**Brief**
Check which lines in the records hold "reference" and report how many there are, with no other text.
(Beginning of Data to examine)
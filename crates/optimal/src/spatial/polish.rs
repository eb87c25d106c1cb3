//! Last digits: Newton on the exact conditions, with the target where the ephemeris says.

use nalgebra::{SMatrix, SVector, Vector6};
use numerics::newton::{Equations, Goal, Linearised, Solved, newton};

use super::ends::{State, coasting_acceleration, coasting_rate};
use super::terminal::{Terminal, fly};
use crate::certificate::REFLY_TOLERANCE;

/// A body or an orbit as polishing and proof need it: where a point of it is at a time (canonical, from the reference
/// instant).
pub type Place<'a> = dyn Fn(f64) -> Option<State> + 'a;

/// An extremal to polish.
#[derive(Clone, Copy, Debug, PartialEq)]
pub struct Flight {
    /// First costate (unit vector).
    pub costate: Vector6<f64>,
    /// Departure after the reference instant (place on the start orbit, where the departure point is free).
    pub departure: f64,
    /// Flight time.
    pub time: f64,
    /// Time at which a body on the target orbit is where the flight ends; `departure + time` for a rendezvous.
    pub arrival: f64,
}

impl Flight {
    pub(super) fn moved(&self, costate: Vector6<f64>, departure: f64, time: f64, arrival: f64) -> Flight {
        Flight {
            costate: (self.costate + costate).normalize(),
            departure: self.departure + departure,
            time: self.time + time,
            arrival: self.arrival + arrival,
        }
    }
}

/// Conditions of one kind of flight.
#[derive(Clone, Copy)]
pub struct Conditions<'a> {
    /// Lightness number.
    pub lightness: f64,
    /// Where the departure body is.
    pub from: &'a Place<'a>,
    /// Where the target body is.
    pub to: &'a Place<'a>,
    /// Size of the target orbit, which scales the residuals.
    pub target_axis: f64,
}

/// How exactly to polish and to prove.
#[derive(Clone, Copy, Debug, PartialEq)]
pub struct Exactness {
    /// Tolerance of the polish.
    pub polish: f64,
    /// Tolerance of the flight that proves: tighter than the polish, or it would prove nothing.
    pub prove: f64,
}

impl Exactness {
    /// For nearly every flight.
    pub const USUAL: Exactness = Exactness { polish: 1e-12, prove: REFLY_TOLERANCE };
    /// For flights that wait, nearly edge-on, on the departure orbit: their end moves by up to 1e7 times a change of
    /// the first costate, so the last digits of a double are needed.
    pub const UTMOST: Exactness = Exactness { polish: 3e-14, prove: 3e-15 };
}

/// What the polish's residuals must reach.
const RESIDUAL: f64 = 1e-10;

impl Conditions<'_> {
    fn terminal(&self, flight: &Flight, tolerance: f64) -> Option<(Terminal, State, State)> {
        let start = (self.from)(flight.departure)?;
        let target = (self.to)(flight.arrival)?;
        let rate = coasting_rate(&start);
        let terminal = fly(self.lightness, &start, &rate, &flight.costate, flight.time, tolerance)?;
        Some((terminal, start, target))
    }

    fn scales(&self) -> [f64; 6] {
        let (length, speed) = (1.0 / self.target_axis, self.target_axis.sqrt());
        [length, length, length, speed, speed, speed]
    }
}

/// Rows that every kind shares: six mismatches and the sphere, with columns for costate and time.
fn common<const N: usize>(
    conditions: &Conditions<'_>,
    flight: &Flight,
    terminal: &Terminal,
    target: &State,
) -> (SVector<f64, N>, SMatrix<f64, N, N>) {
    let scales = conditions.scales();
    let mut value = SVector::<f64, N>::zeros();
    let mut j = SMatrix::<f64, N, N>::zeros();
    for i in 0..6 {
        value[i] = (terminal.end[i] - target[i]) * scales[i];
        for k in 0..6 {
            j[(i, k)] = terminal.by_costate[(i, k)] * scales[i];
        }
        j[(i, 6)] = terminal.rates[i] * scales[i];
    }
    for k in 0..6 {
        j[(6, k)] = flight.costate[k];
    }
    (value, j)
}

/// Meeting a moving body at `departure + time`, departure given: unknowns costate and time.
struct Meeting<'a>(&'a Conditions<'a>, f64);

impl Equations<7> for Meeting<'_> {
    type Point = Flight;

    fn linearised(&self, flight: &Flight) -> Option<Linearised<7>> {
        let (terminal, _, target) = self.0.terminal(flight, self.1)?;
        let (value, mut j) = common(self.0, flight, &terminal, &target);
        let (scales, along) = (self.0.scales(), coasting_rate(&target));
        for i in 0..6 {
            j[(i, 6)] -= along[i] * scales[i];
        }
        Some((value, j))
    }

    fn residuals(&self, flight: &Flight) -> Option<SVector<f64, 7>> {
        self.linearised(flight).map(|(value, _)| value)
    }

    fn moved(&self, flight: &Flight, step: &SVector<f64, 7>) -> Flight {
        flight.moved(step.fixed_rows::<6>(0).into_owned(), 0.0, step[6], step[6])
    }

    fn trusted_fraction(&self, flight: &Flight, step: &SVector<f64, 7>) -> f64 {
        trusted(step.fixed_rows::<6>(0).norm(), step[6].abs() / flight.time)
    }
}

pub(super) fn trusted(turn: f64, stretch: f64) -> f64 {
    (0.4 / turn).min(0.2 / stretch).min(1.0)
}

/// Ending anywhere on the target orbit, departure given: unknowns costate, time, arrival place.
struct OpenArrival<'a>(&'a Conditions<'a>, f64);

/// The row l . (rate of the target) = 0 at arrival: its value, and its derivatives by costate, time and arrival place.
fn arrival_row(terminal: &Terminal, target: &State) -> (f64, SVector<f64, 8>) {
    let (along, bend) = (coasting_rate(target), coasting_acceleration(target));
    let mut row = SVector::<f64, 8>::zeros();
    let mut value = 0.0;
    for i in 0..6 {
        value += terminal.end[6 + i] * along[i];
        for k in 0..6 {
            row[k] += terminal.by_costate[(6 + i, k)] * along[i];
        }
        row[6] += terminal.rates[6 + i] * along[i];
        row[7] += terminal.end[6 + i] * bend[i];
    }
    (value, row)
}

impl Equations<8> for OpenArrival<'_> {
    type Point = Flight;

    fn linearised(&self, flight: &Flight) -> Option<Linearised<8>> {
        let (terminal, _, target) = self.0.terminal(flight, self.1)?;
        let (mut value, mut j) = common::<8>(self.0, flight, &terminal, &target);
        let (scales, along) = (self.0.scales(), coasting_rate(&target));
        for i in 0..6 {
            j[(i, 7)] = -along[i] * scales[i];
        }
        let (condition, row) = arrival_row(&terminal, &target);
        value[7] = condition;
        j.row_mut(7).copy_from(&row.transpose());
        Some((value, j))
    }

    fn residuals(&self, flight: &Flight) -> Option<SVector<f64, 8>> {
        self.linearised(flight).map(|(value, _)| value)
    }

    fn moved(&self, flight: &Flight, step: &SVector<f64, 8>) -> Flight {
        flight.moved(step.fixed_rows::<6>(0).into_owned(), 0.0, step[6], step[7])
    }

    fn trusted_fraction(&self, flight: &Flight, step: &SVector<f64, 8>) -> f64 {
        trusted(step.fixed_rows::<6>(0).norm(), step[6].abs() / flight.time)
    }
}

/// Both ends anywhere on their orbits: unknowns costate, time, arrival and departure place.
struct OpenEnds<'a>(&'a Conditions<'a>, f64);

impl Equations<9> for OpenEnds<'_> {
    type Point = Flight;

    fn linearised(&self, flight: &Flight) -> Option<Linearised<9>> {
        let (terminal, start, target) = self.0.terminal(flight, self.1)?;
        let (mut value, mut j) = common::<9>(self.0, flight, &terminal, &target);
        let (scales, along) = (self.0.scales(), coasting_rate(&target));
        for i in 0..6 {
            j[(i, 7)] = -along[i] * scales[i];
            j[(i, 8)] = terminal.by_start[i] * scales[i];
        }
        let (condition, row) = arrival_row(&terminal, &target);
        value[7] = condition;
        j.fixed_view_mut::<1, 8>(7, 0).copy_from(&row.transpose());
        let (leaving, bend) = (coasting_rate(&start), coasting_acceleration(&start));
        for i in 0..6 {
            j[(7, 8)] += terminal.by_start[6 + i] * along[i];
            value[8] += flight.costate[i] * leaving[i];
            j[(8, i)] = leaving[i];
            j[(8, 8)] += flight.costate[i] * bend[i];
        }
        Some((value, j))
    }

    fn residuals(&self, flight: &Flight) -> Option<SVector<f64, 9>> {
        self.linearised(flight).map(|(value, _)| value)
    }

    fn moved(&self, flight: &Flight, step: &SVector<f64, 9>) -> Flight {
        flight.moved(step.fixed_rows::<6>(0).into_owned(), step[8], step[6], step[7])
    }

    fn trusted_fraction(&self, flight: &Flight, step: &SVector<f64, 9>) -> f64 {
        trusted(step.fixed_rows::<6>(0).norm(), step[6].abs() / flight.time)
    }
}

/// Which ends are free.
#[derive(Clone, Copy, Debug, PartialEq, Eq)]
pub enum Kind {
    /// Meets the body itself; departure given.
    Meeting,
    /// Ends anywhere on the target orbit; departure given.
    OpenArrival,
    /// Leaves and ends anywhere on the two orbits.
    OpenEnds,
}

/// Polishes `flight`: first roughly, where Newton still has to find its way, then at `tolerance`.
///
/// `None` when it leaves the flight it started from: a polish must not wander to another branch.
pub fn polish(kind: Kind, conditions: &Conditions<'_>, flight: Flight, tolerance: f64) -> Option<Flight> {
    let found = sought(kind, conditions, flight, tolerance)?;
    let near = (found.time / flight.time - 1.0).abs() < 0.05 && found.costate.dot(&flight.costate) > 0.95;
    near.then_some(found)
}

/// Newton from `start` to whatever flight it leads to; `None` when it leads to none.
pub fn sought(kind: Kind, conditions: &Conditions<'_>, start: Flight, tolerance: f64) -> Option<Flight> {
    const ROUGH: (f64, f64) = (1e-9, 1e-6);
    let rough = solved(kind, conditions, start, ROUGH, 20)?;
    let fine = solved(kind, conditions, rough.point, (tolerance, RESIDUAL), 6)?;
    fine.converged.then_some(fine.point)
}

fn solved(
    kind: Kind,
    conditions: &Conditions<'_>,
    flight: Flight,
    (tolerance, residual): (f64, f64),
    passes: usize,
) -> Option<Solved<Flight>> {
    let goal = Goal { residual, passes };
    let solved = match kind {
        Kind::Meeting => newton(&Meeting(conditions, tolerance), flight, &goal),
        Kind::OpenArrival => newton(&OpenArrival(conditions, tolerance), flight, &goal),
        Kind::OpenEnds => newton(&OpenEnds(conditions, tolerance), flight, &goal),
    };
    solved.filter(|x| x.residual <= residual.max(1e-9))
}
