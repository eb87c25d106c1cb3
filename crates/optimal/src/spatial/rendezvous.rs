//! Meeting a moving body: both branches of the fastest flight that leaves at a given instant.

use numerics::arclength::{Ended, Goal, follow};

use super::curves::{Clock, Meeting, Point, Setting};
use super::launch::{Care, grown};

/// Traced (not yet polished) flights to the body, departure at the reference instant.
pub fn branches(setting: &Setting, care: &Care) -> Vec<Point> {
    let Some(open) = grown(setting, care) else { return Vec::new() };
    let period = std::f64::consts::TAU * setting.ends.to.semi_major_axis.powf(1.5);
    let ahead = (open.point.arrival - open.point.time).rem_euclid(period);
    let setting = Setting { tolerance: care.tolerance, ..*setting };
    let curve = Meeting { setting: &setting, clock: Clock::Phase };
    let traced = [ahead, ahead - period].map(|phase| {
        let start = Point { parameter: phase, ..open.point };
        let goal = Goal { parameter: 0.0, sign: -phase.signum() };
        let followed = follow(&curve, start, &goal, &care.stride(), &mut |_| true);
        (followed.ended == Ended::Reached).then_some(followed.point)
    });
    traced.into_iter().flatten().collect()
}
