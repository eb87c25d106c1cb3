//! First guesses: a small table of solved flights over (ratio of radii, lightness number).
//!
//! The table is made by `examples/make_guess_table.rs`; a test solves a sample of its nodes anew.

use nalgebra::Vector3;

use super::guess_table::{LIGHTNESS_LN, NODES, RATIO_LOG_LN};
use super::shooting::Unknowns;

/// One node: l_r min(t, 1), l_u, l_v, each over their common length, and ln t.
pub type Node = [f32; 4];

/// Scales a unit first costate so that it varies little as the radii draw together and flights become short.
pub fn node(solution: &Unknowns) -> Node {
    let l = solution.costate;
    let scaled = Vector3::new(l.x * solution.time.min(1.0), l.y, l.z).normalize();
    [scaled.x as f32, scaled.y as f32, scaled.z as f32, solution.time.ln() as f32]
}

/// Undoes [`node`].
pub fn unknowns(node: &[f64; 4]) -> Unknowns {
    let time = node[3].exp();
    Unknowns { costate: Vector3::new(node[0] / time.min(1.0), node[1], node[2]).normalize(), time }
}

/// Index of the interval that holds `x` (clamped to the table) and the place in it, 0 to 1.
fn place(axis: &[f64], x: f64) -> (usize, f64) {
    let upper = axis.partition_point(|&node| node <= x).clamp(1, axis.len() - 1);
    let (low, high) = (axis[upper - 1], axis[upper]);
    (upper - 1, ((x - low) / (high - low)).clamp(0.0, 1.0))
}

/// The bilinear guess for `ratio` (not 1) and `lightness`, clamped to the edge of the table.
pub fn look_up(ratio: f64, lightness: f64) -> Unknowns {
    let outward = usize::from(ratio > 1.0);
    let closeness = ratio.ln().abs().ln();
    let (i, x) = place(&RATIO_LOG_LN, closeness);
    let (j, y) = place(&LIGHTNESS_LN, lightness.ln());
    let mut sum = [0.0; 4];
    for (di, dj, weight) in
        [(0, 0, (1.0 - x) * (1.0 - y)), (1, 0, x * (1.0 - y)), (0, 1, (1.0 - x) * y), (1, 1, x * y)]
    {
        let node = NODES[outward][i + di][j + dj];
        for (s, n) in sum.iter_mut().zip(node) {
            *s += weight * f64::from(n);
        }
    }
    // Below the closest node times go on falling with the fifth root of the distance between the circles (measured:
    // 17.7, 11.1 and 8.0 d at 1e-5, 1e-6 and 2e-7 of the radius, at 1 mm/s^2).
    sum[3] += (closeness - RATIO_LOG_LN[0]).min(0.0) / 5.0;
    unknowns(&sum)
}

/// The table's axes, for the program that makes it and the test that samples it: ln |ln ratio| and ln lightness.
pub fn axes() -> (&'static [f64], &'static [f64]) {
    (&RATIO_LOG_LN, &LIGHTNESS_LN)
}

/// A node of the table: `outward` or inward, and its indices on the two axes.
pub fn table_node(outward: bool, ratio_index: usize, lightness_index: usize) -> Node {
    NODES[usize::from(outward)][ratio_index][lightness_index]
}

/// Ratio and lightness number of the table's node nearest to a request.
pub fn nearest_node(ratio: f64, lightness: f64) -> (f64, f64) {
    let nearest = |axis: &[f64], x: f64| {
        let (i, t) = place(axis, x);
        axis[if t < 0.5 { i } else { i + 1 }]
    };
    let closeness = nearest(&RATIO_LOG_LN, ratio.ln().abs().ln()).exp();
    ((if ratio > 1.0 { closeness } else { -closeness }).exp(), nearest(&LIGHTNESS_LN, lightness.ln()).exp())
}
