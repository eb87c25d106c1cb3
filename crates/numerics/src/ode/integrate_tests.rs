//! Order, accuracy, work and events of the integrator, against planted solutions.

use std::f64::consts::{PI, TAU};

use super::*;
use crate::dual::Dual;

/// A Kepler orbit of eccentricity `e` about a unit attractor, from perihelion: period 2 pi.
struct Kepler;

impl<T: Scalar> Flow<T, 4> for Kepler {
    fn rates(&self, _: Mode, &[x, y, vx, vy]: &[T; 4]) -> [T; 4] {
        let r2 = x * x + y * y;
        let pull = -(r2 * r2.sqrt()).recip();
        [vx, vy, x * pull, y * pull]
    }
}

fn perihelion(e: f64) -> [f64; 4] {
    [1.0 - e, 0.0, 0.0, ((1.0 + e) / (1.0 - e)).sqrt()]
}

fn options(tolerance: f64) -> Options {
    Options { tolerance, max_steps: 10_000 }
}

fn largest_gap(a: &[f64; 4], b: &[f64; 4]) -> f64 {
    a.iter().zip(b).map(|(a, b)| (a - b).abs()).fold(0.0, f64::max)
}

#[test]
fn a_kepler_orbit_closes() {
    for (e, tolerance, growth) in [(0.0, 1e-10, 20.0), (0.6, 1e-10, 400.0), (0.6, 1e-13, 400.0)] {
        // Local errors add up over some 40 steps, and an error in energy grows along the orbit: the position at
        // perihelion moves by about 3 pi (1 + e)^1.5 / (1 - e)^2.5, some 190 at e = 0.6, per unit of energy.
        let outcome = integrate(&Kepler, &perihelion(e), TAU, &options(tolerance));
        assert_eq!(outcome.termination, Termination::Reached);
        let gap = largest_gap(&outcome.state, &perihelion(e));
        assert!(gap < growth * tolerance, "e {e}, tolerance {tolerance:e}: gap {gap:e}");
    }
}

#[test]
fn the_solution_is_of_order_eight_and_the_interpolant_of_order_seven() {
    // One step of length h from perihelion, compared with the same flow at a tight tolerance.
    let e = 0.3;
    let errors = |h: f64| {
        let loose = Options { tolerance: 1e6, max_steps: 1 };
        let mut run = Run::new(&Kepler, &perihelion(e), h, &loose);
        let end = run.attempt(h).state;
        let step = run.interpolant(h, &end);
        let exact = |x: f64| integrate(&Kepler, &perihelion(e), x * h, &options(1e-15)).state;
        (largest_gap(&end, &exact(1.0)), largest_gap(&step.at(0.37), &exact(0.37)))
    };
    let (coarse, fine) = (errors(0.4), errors(0.2));
    let orders = ((coarse.0 / fine.0).log2(), (coarse.1 / fine.1).log2());
    // The error of one step is one order higher than the method's: 9 and 8, give or take the next term.
    assert!((8.3..10.0).contains(&orders.0), "step order {}", orders.0);
    assert!((7.3..9.3).contains(&orders.1), "interpolant order {}", orders.1);
}

#[test]
fn work_is_as_expected() {
    let outcome = integrate(&Kepler, &perihelion(0.3), TAU, &options(1e-10));
    let counts = (outcome.steps, outcome.rejected, outcome.evaluations);
    // Twelve evaluations a step, eleven a rejection, and two to choose the first step.
    assert_eq!(outcome.evaluations, 2 + 12 * outcome.steps + 11 * outcome.rejected);
    // Measured when written; a change here is a change of method or of step control.
    assert_eq!(counts, WORK, "work changed");
}

const WORK: (usize, usize, usize) = (31, 5, 429);

#[test]
fn dense_output_follows_the_orbit() {
    let mut worst: f64 = 0.0;
    let mut covered = 0.0;
    integrate_observed(&Kepler, &perihelion(0.0), TAU, &options(1e-9), &mut |step| {
        assert_eq!(step.start, covered);
        covered = step.end();
        for x in [0.1, 0.35, 0.5, 0.85] {
            let t = step.start + x * step.length;
            worst = worst.max(largest_gap(&step.at(x), &[t.cos(), t.sin(), -t.sin(), t.cos()]));
        }
    });
    assert!((covered - TAU).abs() < 1e-14);
    assert!(worst < 1e-7, "{worst:e}"); // measured 1e-8: one order below the steps themselves
}

#[test]
fn backwards_undoes_forwards() {
    let there = integrate(&Kepler, &perihelion(0.5), 3.0, &options(1e-12));
    let back = integrate(&Kepler, &there.state, -3.0, &options(1e-12));
    assert!(largest_gap(&back.state, &perihelion(0.5)) < 1e-10);
}

/// A clock that counts up at rate 1 and drops to rate `slow` beyond `edge`; may stop at `end`.
struct Clock {
    edge: f64,
    slow: f64,
    end: f64,
}

impl<T: Scalar> Flow<T, 1> for Clock {
    fn rates(&self, mode: Mode, _: &[T; 1]) -> [T; 1] {
        [T::from(if mode.is_set(0) { self.slow } else { 1.0 })]
    }

    fn events(&self) -> usize {
        2
    }

    fn event(&self, index: usize, y: &[T; 1]) -> T {
        y[0] - if index == 0 { self.edge } else { self.end }
    }

    fn kind(&self, index: usize) -> EventKind {
        if index == 0 { EventKind::Switch } else { EventKind::Stop }
    }
}

#[test]
fn a_switch_is_located_and_sensitivities_jump() {
    let clock = Clock { edge: 1.0, slow: 0.25, end: 100.0 };
    let outcome = integrate(&clock, &[Dual::<1>::variable(0.5, 0)], 2.0, &options(1e-10));
    // 0.5 at full rate up to the edge, then 1.5 at a quarter; starting later by d means d/4 more at the end.
    assert!((outcome.state[0].v - 1.375).abs() < 1e-13);
    assert!((outcome.state[0].d[0] - 0.25).abs() < 1e-9, "sensitivity {}", outcome.state[0].d[0]);
}

#[test]
fn a_stop_ends_on_the_event() {
    let clock = Clock { edge: 1.0, slow: 0.25, end: 1.25 };
    let outcome = integrate(&clock, &[0.0], 50.0, &options(1e-10));
    assert_eq!(outcome.termination, Termination::Stopped(1));
    assert!((outcome.time - 2.0).abs() < 1e-12, "{}", outcome.time);
}

/// A circle with an event just inside its rightmost point: two crossings a short time apart.
struct Grazing(f64);

impl<T: Scalar> Flow<T, 3> for Grazing {
    fn rates(&self, mode: Mode, &[x, y, _]: &[T; 3]) -> [T; 3] {
        [-y, x, T::from(if mode.is_set(0) { 1.0 } else { 0.0 })]
    }

    fn events(&self) -> usize {
        1
    }

    fn event(&self, _: usize, y: &[T; 3]) -> T {
        y[0] - self.0
    }
}

#[test]
fn two_crossings_inside_one_step_are_both_found() {
    // Beyond x = cos(0.2) for an angle of 0.4: the third state counts the time spent there.
    let outcome = integrate(&Grazing(0.2f64.cos()), &[-1.0, 0.0, 0.0], TAU, &options(1e-6));
    assert!((outcome.state[2] - 0.4).abs() < 1e-5, "{}", outcome.state[2]);
}

#[test]
fn a_spent_budget_and_a_blow_up_are_told_apart() {
    let few = Options { tolerance: 1e-12, max_steps: 3 };
    assert_eq!(integrate(&Kepler, &perihelion(0.5), PI, &few).termination, Termination::TooManySteps);
    // Falling straight into the attractor ends at t = pi / (2 sqrt 2).
    let fall = integrate(&Kepler, &[1.0, 0.0, 0.0, 0.0], 2.0, &options(1e-10));
    assert_ne!(fall.termination, Termination::Reached);
    assert!((fall.time - PI / 8f64.sqrt()).abs() < 1e-3, "{}", fall.time);
}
(End of Data to examine)
**Worked solution**
3